Koronavirüs ile eve kapanan çocuklar yetişkinler kadar bu durumdan etkileniyor ve dış dünyayla online mecralar üzerinden ilişki kuruyor. Yapılan araştırmalar pandeminin neden olduğu sosyal izolasyon sürecinde çocukların ekran sürelerinin önemli ölçüde arttığını gösteriyor. Bu süreçte çocukların dijital medya kullanımında doğru yönlendirilebilmeleri için dikkat edilmesi gerekenleri 2016 yılından bu yana “Dijital Medya ve Çocuk” projesini yürüten ve bu alanda araştırmalar yapan BİLGİ Medya Bölümü Öğr. Üyesi Dr. Esra Ercan Bilgiç ile konuştuk. Bilgiç, özellikle gözetilmesi gereken yaş sınırının 12 ve altı olduğuna dikkat çekerek dünya çapında kabul gören 3, 6, 9, 12 kuralını hep akılda tutmakta fayda olduğunu söylüyor.

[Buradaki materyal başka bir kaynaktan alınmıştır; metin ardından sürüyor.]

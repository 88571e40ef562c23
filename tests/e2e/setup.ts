// Browser tests start a server and Chromium: give each test and hook room to breathe.
jest.setTimeout(240_000);
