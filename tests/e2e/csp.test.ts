/**
 * The exported web app under the server's Content-Security-Policy (server/guards.ts): signing in
 * and opening every section, a batch with its charts, the comparison and an upload raise no CSP
 * violation (neither a `securitypolicyviolation` event nor a "Refused to …" console message),
 * and the shipped font is the one drawn.
 */
import type { Page } from 'playwright-core';
import { openBrowser, signInThroughForm, VIEWPORTS } from '@/tests/support/browser';
import { startServerProcess } from '@/tests/support/server-process';
import type { ServerProcess } from '@/tests/support/server-process';

const ENGINEER = { email: 'tomas.reyes@kestrel-pv.example', password: 'kestrel-test-demo' }; // sample-data/demo-accounts.json

let srv: ServerProcess;
beforeAll(async () => {
  srv = await startServerProcess();
});
afterAll(async () => {
  await srv?.stop();
});

/** Collects every CSP violation the page reports, from the DOM event and from the console. */
async function watchViolations(page: Page): Promise<string[]> {
  const seen: string[] = [];
  page.on('console', (m) => {
    if (/Content Security Policy|Refused to (load|apply|execute|connect|frame)/i.test(m.text())) seen.push(`console: ${m.text()}`);
  });
  await page.exposeFunction('__qlCspViolation', (text: string) => seen.push(text));
  await page.addInitScript(() => {
    document.addEventListener('securitypolicyviolation', (e) => {
      (window as unknown as { __qlCspViolation: (t: string) => void }).__qlCspViolation(`${e.violatedDirective}: ${e.blockedURI || 'inline'} (${e.sourceFile}:${e.lineNumber})`);
    });
  });
  return seen;
}

it('signing in, every section, a batch with its charts, the comparison and an upload: no CSP violation', async () => {
  const b = await openBrowser(VIEWPORTS.wide);
  try {
    const violations = await watchViolations(b.page);
    const res = await b.page.goto(`${srv.url}/sign-in`, { waitUntil: 'load' });
    expect(res?.headers()['content-security-policy']).toMatch(/script-src 'self'/);
    await signInThroughForm(b.page, srv.url, ENGINEER.email, ENGINEER.password);
    expect(await b.page.evaluate(() => document.fonts.check('16px PlexSans'))).toBe(true);

    const { batches } = (await b.page.evaluate(() => fetch('/api/batches').then((r) => r.json()))) as { batches: { id: string }[] };
    expect(batches.length).toBeGreaterThan(0);
    for (const url of ['/batches', `/batches/${batches[0].id}`, `/compare?batches=${batches.map((x) => x.id).join(',')}`, '/physics', '/strings', '/specs', '/account']) {
      await b.page.goto(`${srv.url}${url}`, { waitUntil: 'networkidle' });
      // Give react-native-web time to write its styles and the charts to draw.
      await b.page.waitForTimeout(800);
    }

    // Changes from the page itself pass the same-origin rule: a new batch, then an upload to it as a form.
    const statuses = await b.page.evaluate(async () => {
      const made = await fetch('/api/batches', { method: 'POST', headers: { 'Content-Type': 'application/json' }, body: JSON.stringify({ name: 'CSP check', cells: 1 }) });
      const { id } = (await made.json()) as { id: string };
      const form = new FormData();
      form.append('files', new Blob(['V,I\n0,1\n'], { type: 'text/csv' }), 'tiny.csv');
      const up = await fetch(`/api/batches/${id}/curves`, { method: 'POST', body: form });
      return [made.status, up.status];
    });
    // The file is too short to be a curve (a 422 answer with its reason), but the request went through.
    expect(statuses).toEqual([201, 422]);
    expect(violations).toEqual([]);
  } finally {
    await b.close();
  }
});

UNICEF'in verilerine göre dünya çapında 1,5 milyar çocuğun pandemi nedeniyle okulda uzak kaldığını belirten Bilgiç, “Bunların büyük çoğunluğu dijital ortamda eğitim almaya ve sosyalleşmeye başladı. Farklı ülkelerde yapılan farklı araştırmalar var. Örneğin Quostudio araştırması verilerine göre çocukların online aktivitelerle geçirdikleri zaman pandemi öncesine göre yüzde 100'den fazla artmış durumda. Hatta ParentsTogether Vakfı’nın üç bin ebeveynle gerçekleştirdiği bir anket, pandemi sonrasında ekran süresindeki artışın yüzde 500 olduğunu gösteriyor. UNICEF, WHO, Uluslararası Telekomünikasyon Birliği (ITU) gibi bazı kuruluşlar artan ekran süresiyle birlikte artan çevrimiçi risklere dikkat çekiyor. BM verilerine göre, ABD'de 2019'da çocukların cinsel istismarına yönelik yaklaşık 70 milyon görsel ve video tespit edilmişken, bu oranın pandemi sonrasında hızla artışa geçtiği belirtiliyor” dedi.

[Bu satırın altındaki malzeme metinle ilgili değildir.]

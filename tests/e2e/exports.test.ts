/**
 * Browser: the CSV files as people download them (issue 14, item 5). On the comparison screen the
 * "Download this view" file holds exactly the rows shown (here: the failing ones), with units in
 * the column names and FF in %; on the batch page the pass/fail list holds one row per device.
 * Both are read back with papaparse and the strict RFC 4180 reader. The high-voltage caution is
 * on both screens and in the release confirmation, at phone and wide width — not in the files.
 */
import { readFileSync } from 'node:fs';
import type { Locator, Page } from 'playwright-core';
import { checkExport } from '@/tests/support/export-checks';
import { layoutProblems, openBrowser, screenshot, signInThroughForm, VIEWPORTS } from '@/tests/support/browser';
import { startServerProcess } from '@/tests/support/server-process';
import type { ServerProcess } from '@/tests/support/server-process';

const LOT_2611 = 'KF-M60 line 2, lot 2611';
const LOT_2612 = 'KF-M60 line 3, lot 2612';
const SPEC = 'Export check';

let srv: ServerProcess;
const ids = { batch: {} as Record<string, string>, spec: '' };

/** Signs a demo account in from node and returns a fetch that carries its session (same-origin writes). */
async function apiAs(email: string, password: string) {
  const res = await fetch(`${srv.url}/api/auth/sign-in/email`, { method: 'POST', headers: { 'Content-Type': 'application/json', Origin: srv.url }, body: JSON.stringify({ email, password }) });
  expect(res.status).toBe(200);
  const cookie = res.headers.getSetCookie().map((c) => c.split(';')[0]).join('; ');
  return (path: string, body?: unknown) =>
    fetch(`${srv.url}${path}`, body === undefined ? { headers: { cookie } } : { method: 'POST', headers: { cookie, Origin: srv.url, 'Content-Type': 'application/json' }, body: JSON.stringify(body) });
}

/** The file a click downloads, as text. */
async function download(page: Page, button: Locator): Promise<{ name: string; text: string }> {
  const [file] = await Promise.all([page.waitForEvent('download'), button.click()]);
  return { name: file.suggestedFilename(), text: readFileSync((await file.path())!, 'utf8') };
}

beforeAll(async () => {
  srv = await startServerProcess();
  const qa = await apiAs('quinn.mbeki@kestrel-pv.example', 'kestrel-qa-demo');
  const spec = await qa('/api/specs', { name: SPEC, limits: { pmp_w: { min: 300 } } });
  expect(spec.status).toBe(201);
  ids.spec = ((await spec.json()) as { id: string }).id;
  const batches = (await (await qa('/api/batches')).json()) as { batches: { id: string; name: string }[] };
  ids.batch = Object.fromEntries(batches.batches.map((b) => [b.name, b.id]));
  // The test engineer hands lot 2611 over, so the QA lead can open the release confirmation.
  const te = await apiAs('tomas.reyes@kestrel-pv.example', 'kestrel-test-demo');
  expect((await te(`/api/batches/${ids.batch[LOT_2611]}/submit`, { comment: 'for the export check' })).status).toBe(200);
});
afterAll(async () => {
  await srv?.stop();
});

describe.each(Object.entries(VIEWPORTS))('at %s width', (vpName, viewport) => {
  it('the comparison: the caution on the screen, the downloaded view has exactly the rows shown', async () => {
    const b = await openBrowser(viewport);
    try {
      await signInThroughForm(b.page, srv.url, 'dana.lindqvist@kestrel-pv.example', 'kestrel-design-demo');
      await b.page.goto(`${srv.url}/compare?batches=${ids.batch[LOT_2611]},${ids.batch[LOT_2612]}&spec=${ids.spec}&param=pmp_w`, { waitUntil: 'load' });
      // On a phone the grid of every curve (with its filters and download) opens on request.
      if (vpName === 'phone') await b.page.getByTestId('show-grid').click();
      await b.page.getByTestId('grid-row-M2611-001').waitFor();
      expect(await b.page.getByTestId('hv-caution').count()).toBe(1);
      await b.page.getByTestId('filter-fail').click();
      await b.page.getByTestId('grid-row-M2611-009').waitFor();
      const shown = await b.page.getByText(/^\d+ of \d+ curves$/).innerText();
      const [count, total] = shown.match(/\d+/g)!.map(Number);
      expect(count).toBeGreaterThan(0);
      expect(count).toBeLessThan(total);

      const file = await download(b.page, b.page.getByTestId('download-view'));
      expect(file.name).toMatch(/^quasilevel-comparison-\d{4}-\d{2}-\d{2}\.csv$/);
      expect(file.text).not.toMatch(/high voltage|caution/i);
      const read = checkExport(file.text, count);
      expect(read.records.every((r) => r.result === 'fail' && r.spec_name === SPEC && r.spec_version === '1' && r.release_state !== '')).toBe(true);
      // FF in % as the screen shows it: the API's fraction × 100, to 2 decimals.
      const curves = await b.page.evaluate(async (id) => ((await (await fetch(`/api/batches/${id}/curves?page_size=500`)).json()) as { curves: { device_id: string; metrics: { ff: number } }[] }).curves, ids.batch[LOT_2611]);
      const m9 = curves.find((c) => c.device_id === 'M2611-009')!;
      expect(Number(read.records.find((r) => r.device_id === 'M2611-009')!.ff_pct)).toBe(Number((m9.metrics.ff * 100).toFixed(2)));
      expect(read.records.find((r) => r.device_id === 'M2611-009')!.batch_name).toBe(LOT_2611);

      await b.page.getByTestId('hv-caution').scrollIntoViewIfNeeded();
      expect(await layoutProblems(b.page)).toEqual([]);
      await screenshot(b.page, `exports-compare-caution-${vpName}`);
    } finally {
      await b.close();
    }
  });

  it('the batch page: the caution beside the pass/fail download and in the release confirmation; the list has one row per device', async () => {
    const b = await openBrowser(viewport);
    try {
      await signInThroughForm(b.page, srv.url, 'quinn.mbeki@kestrel-pv.example', 'kestrel-qa-demo');
      await b.page.goto(`${srv.url}/batches/${ids.batch[LOT_2611]}`, { waitUntil: 'load' });
      const panel = b.page.getByTestId('review-panel');
      await panel.waitFor();
      await b.page.getByTestId(`spec-choice-${SPEC}`).click();
      await b.page.getByTestId('evaluation').waitFor();
      expect(await panel.getByTestId('hv-caution').count()).toBe(1);

      const file = await download(b.page, b.page.getByTestId('download-pass-fail'));
      expect(file.name).toMatch(/pass-fail-v1\.csv$/);
      expect(file.text).not.toMatch(/high voltage|caution/i);
      // The demo lot: 24 modules (sample-data scenario).
      const read = checkExport(file.text, 24);
      expect(read.records.every((r) => r.batch_name === LOT_2611 && r.release_state === 'in_review')).toBe(true);

      await b.page.getByTestId('download-pass-fail').scrollIntoViewIfNeeded();
      expect(await layoutProblems(b.page)).toEqual([]);
      await screenshot(b.page, `exports-pass-fail-caution-${vpName}`);

      await b.page.getByTestId('release').click();
      const dialog = b.page.getByTestId('release-dialog');
      await dialog.waitFor();
      expect(await dialog.getByTestId('hv-caution').count()).toBe(1);
      await dialog.getByTestId('hv-caution').scrollIntoViewIfNeeded();
      await screenshot(b.page, `exports-release-dialog-caution-${vpName}`);
      await b.page.getByTestId('release-cancel').click();
      await dialog.waitFor({ state: 'detached' });
    } finally {
      await b.close();
    }
  });
});
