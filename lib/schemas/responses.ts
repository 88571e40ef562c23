/**
 * The API's answers, as zod schemas: the client's response types are `z.infer` of these
 * (lib/api/*), the server's serializers are typed against the same types, and
 * tests/server/response-schemas.test.ts parses the real answers with them (objects are strict:
 * a key the schema does not name fails), so server and client cannot drift apart. Every key is
 * the vocabulary's (lib/vocabulary.ts): snake_case with its unit. Large engine payloads (fit
 * results, key figures, physics reports) are checked by their engine types (`engine<T>()`) and
 * by the snake_case walk of tests/server/access-matrix.test.ts, not re-declared here.
 */
import { z } from 'zod';
import { ROLES } from '@/lib/auth/roles';
import type { Permission } from '@/lib/auth/roles';
import type { BatchColumns } from '@/lib/quality/compare-table';
import type { CurveMeta, FitResult, Flag, Metrics } from '@/lib/iv/types';
import type { StcOutcome } from '@/lib/schemas/curves';
import { SEVERITIES } from '@/lib/quality/severity';
import type { Spec } from '@/lib/quality/spec';
import { setupRefSchema } from '@/lib/schemas/setup-answer';

export * from '@/lib/schemas/setup-answer';

/** An object the engine's own type describes; only "is an object" is checked at run time. */
const engine = <T>() => z.custom<T>((v) => v !== null && typeof v === 'object');
/** A date as JSON carries it (ISO text); the server's Date objects serialize to it. */
const stamp = z.union([z.string(), z.date()]).transform((v) => (typeof v === 'string' ? v : v.toISOString()));
const num = z.number().nullable();

// ---------------------------------------------------------------- batches
export const describeStatsSchema = z.strictObject({
  n: z.number(),
  mean: z.number(),
  sd: num,
  min: z.number(),
  p5: z.number(),
  median: z.number(),
  p95: z.number(),
  max: z.number(),
  cpk: num,
  cpk_side: z.enum(['both', 'upper', 'lower']).nullable().optional(),
});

Koronavirüs pandemisi sürecinde çocukların dijital medya ile kurdukları ilişki nasıl değişiyor? Ebeveynler bu süreçte nasıl bir tutum sergilemeli?

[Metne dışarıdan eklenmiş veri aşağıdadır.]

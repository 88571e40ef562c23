/**
 * Browser: a designer opens Physics and lands on the devices of the newest seeded batch — J0 and
 * implied Voc as distributions (each chart with its table), the devices with their figures — picks
 * the other module batch, and follows a device to its curve's physics. At 390 px and 1440 px;
 * screenshots physics-batch-*.png go to artifacts/screenshots (git-ignored).
 */
import type { Page } from 'playwright-core';
import { readDemoAccounts } from '@/server/services/seed';
import { layoutProblems, openBrowser, screenshot, signInThroughForm, VIEWPORTS } from '@/tests/support/browser';
import { startServerProcess } from '@/tests/support/server-process';
import type { ServerProcess } from '@/tests/support/server-process';

let srv: ServerProcess;
beforeAll(async () => {
  srv = await startServerProcess();
});
afterAll(async () => {
  await srv?.stop();
});

const designer = readDemoAccounts().find((a) => a.email === 'dana.lindqvist@kestrel-pv.example')!;

/** Scrolls the screen's own ScrollView so the element is at its top, as a swipe does. */
async function scrollTo(page: Page, testID: string): Promise<void> {
  await page.evaluate((id) => {
    const scroller = document.querySelector<HTMLElement>('[data-testid="physics-screen"]');
    const el = document.querySelector<HTMLElement>(`[data-testid="${id}"]`);
    if (!scroller || !el) throw new Error(`cannot scroll to ${id}`);
    scroller.scrollTop += el.getBoundingClientRect().top - scroller.getBoundingClientRect().top - 8;
  }, testID);
  await page.waitForTimeout(150);
}

type Answer = { batch: { name: string }; devices: { device_id: string; curve_id: string; implied_voc_v: number | null }[]; summary: { total: number; usable: number; implied_voc_25c_v: { median: number } | null } };

describe.each(Object.entries(VIEWPORTS))('at %s width', (vpName, viewport) => {
  it('opens on the newest batch’s devices, switches batch and follows a device to its physics', async () => {
    const b = await openBrowser(viewport);
    try {
      await signInThroughForm(b.page, srv.url, designer.email, designer.password);
      await b.page.getByTestId('nav-physics').first().click();
      await b.page.getByTestId('physics-batch').waitFor();
      await b.page.getByTestId('batch-physics-devices').waitFor({ timeout: 30_000 });
      await b.page.locator('[data-testid="batch-physics-voc-chart"] svg').first().waitFor();
      await b.page.locator('[data-testid="batch-physics-j0-chart"] svg').first().waitFor();

      // The batch it opened on is the newest with curves, and the screen shows the API's answer.
      const { newest, other, answer } = await b.page.evaluate(async () => {
        const list = (await (await fetch('/api/batches', { credentials: 'include' })).json()).batches as { id: string; name: string; archived: boolean; created_at: string; curve_count?: number; cells: number | null }[];
        const live = list.filter((x) => !x.archived && (x.curve_count ?? 0) > 0).sort((x, y) => y.created_at.localeCompare(x.created_at));
        const a = await (await fetch(`/api/physics/batches/${live[0].id}`, { credentials: 'include' })).json();
        return { newest: live[0], other: live.find((x) => x.id !== live[0].id && (x.cells ?? 1) > 1) ?? live[1], answer: a as Answer };
      });
      expect(await b.page.getByTestId(`physics-batch-pick-${newest.id}`).getAttribute('aria-checked')).toBe('true');
      expect(answer.summary.total).toBeGreaterThan(10);
      expect(await b.page.getByTestId('batch-physics-usable').innerText()).toContain(`${answer.summary.usable} of ${answer.summary.total}`);
      // The median implied Voc at 25 °C as the key table shows volts (4 significant digits).
      const med = answer.summary.implied_voc_25c_v!.median;
      expect(await b.page.getByTestId('batch-physics-voc').innerText()).toContain(Number(med.toPrecision(4)).toString());
      await b.page.getByTestId('batch-physics-devices').getByText(`Devices (${answer.summary.total})`).waitFor();
      expect(await layoutProblems(b.page)).toEqual([]);
      await scrollTo(b.page, 'physics-batch');
      await screenshot(b.page, `physics-batch-${vpName}`);
      await scrollTo(b.page, 'batch-physics-j0-chart');
      expect(await layoutProblems(b.page)).toEqual([]);
      await screenshot(b.page, `physics-batch-charts-${vpName}`);
      // The chart's table alternative: the box as numbers.
      await b.page.getByTestId('batch-physics-j0-chart-table-toggle').click();
      await b.page.getByRole('table', { name: /J0 at 25 °C/ }).waitFor();
      expect(await b.page.getByRole('table', { name: /J0 at 25 °C/ }).innerText()).toContain(String(answer.summary.total));
      await screenshot(b.page, `physics-batch-table-${vpName}`);
      await scrollTo(b.page, 'batch-physics-devices');
      expect(await layoutProblems(b.page)).toEqual([]);
      await screenshot(b.page, `physics-batch-devices-${vpName}`);

      // Another batch: its name in the address and its own devices.
      await b.page.getByTestId(`physics-batch-pick-${other.id}`).click();
      await b.page.waitForFunction((id) => location.search.includes(`batch=${id}`), other.id);
      const otherAnswer = await b.page.evaluate(async (id) => (await (await fetch(`/api/physics/batches/${id}`, { credentials: 'include' })).json()) as Answer, other.id);
      const first = otherAnswer.devices[0];
      await b.page.getByTestId(`batch-physics-link-${first.device_id}`).waitFor({ timeout: 30_000 });

      // A device leads to its curve's physics, with the batch kept.
      await b.page.getByTestId(`batch-physics-link-${first.device_id}`).click();
      await b.page.getByTestId('physics-curve').waitFor({ timeout: 30_000 });
      expect(b.page.url()).toContain(`curve=${first.curve_id}`);
      expect(b.page.url()).toContain(`batch=${other.id}`);
      expect(await b.page.getByTestId('physics-curve').innerText()).toContain(first.device_id);
      // …on a screen that opens at the top: the curve is in view without scrolling.
      const box = await b.page.getByTestId('physics-curve').boundingBox();
      expect(box && box.y + 40 < viewport.height).toBe(true);
      expect(await layoutProblems(b.page)).toEqual([]);
      await screenshot(b.page, `physics-batch-curve-${vpName}`);
    } finally {
      await b.close();
    }
  });
});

Tüm dünyada çocuklar dijital medyayı özellikle sosyalleşmek için daha fazla kullanıyorlar. Çocukların dijital medya kullanımına ilişkin benimsediğimiz temel prensipleri elden bırakmadan, katı sınırlamaları biraz esnetmemiz gerektiğini düşünüyorum. Özellikle ekran süresinin kısıtlanması konusunda… Bunu yaparken gözetmemiz gereken iki temel nokta var. Birincisi, daha fazla çocuğun online olmasıyla dijital dünyada çocukların maruz kalabilecekleri riskler de artmış durumda. Bu riskler konusunda çocukları bilinçlendirmek her zamankinden daha önemli. İkincisi ise dijital medyanın çocuklar için sunduğu fırsatlardan yararlanmamız gerekiyor. Dünyada yapılan araştırmalar çocukların dijital dünyada en çok bağ kurmayı, arkadaşlarıyla daha fazla vakit geçirebilmeyi sevdiğini ortaya koyuyor. Bunu içinde bulunduğumuz süreçte önemsemeliyiz. Youtube’un başında pasif bir izleyici olarak vakit geçirmeleri yerine, dijital medya araçlarını arkadaşlıklarını sürdürebilecekleri, yaratıcılıklarını geliştirecekleri, aktif olabilecekleri şekilde kullanabilmelerini sağlamalıyız. Riskleri daha fazla göz önünde bulundurarak, çocukların dijital medyanın sunduğu fırsatlardan yararlanmalarını kontrollü bir şekilde teşvik etmemiz gereken bir dönemdeyiz.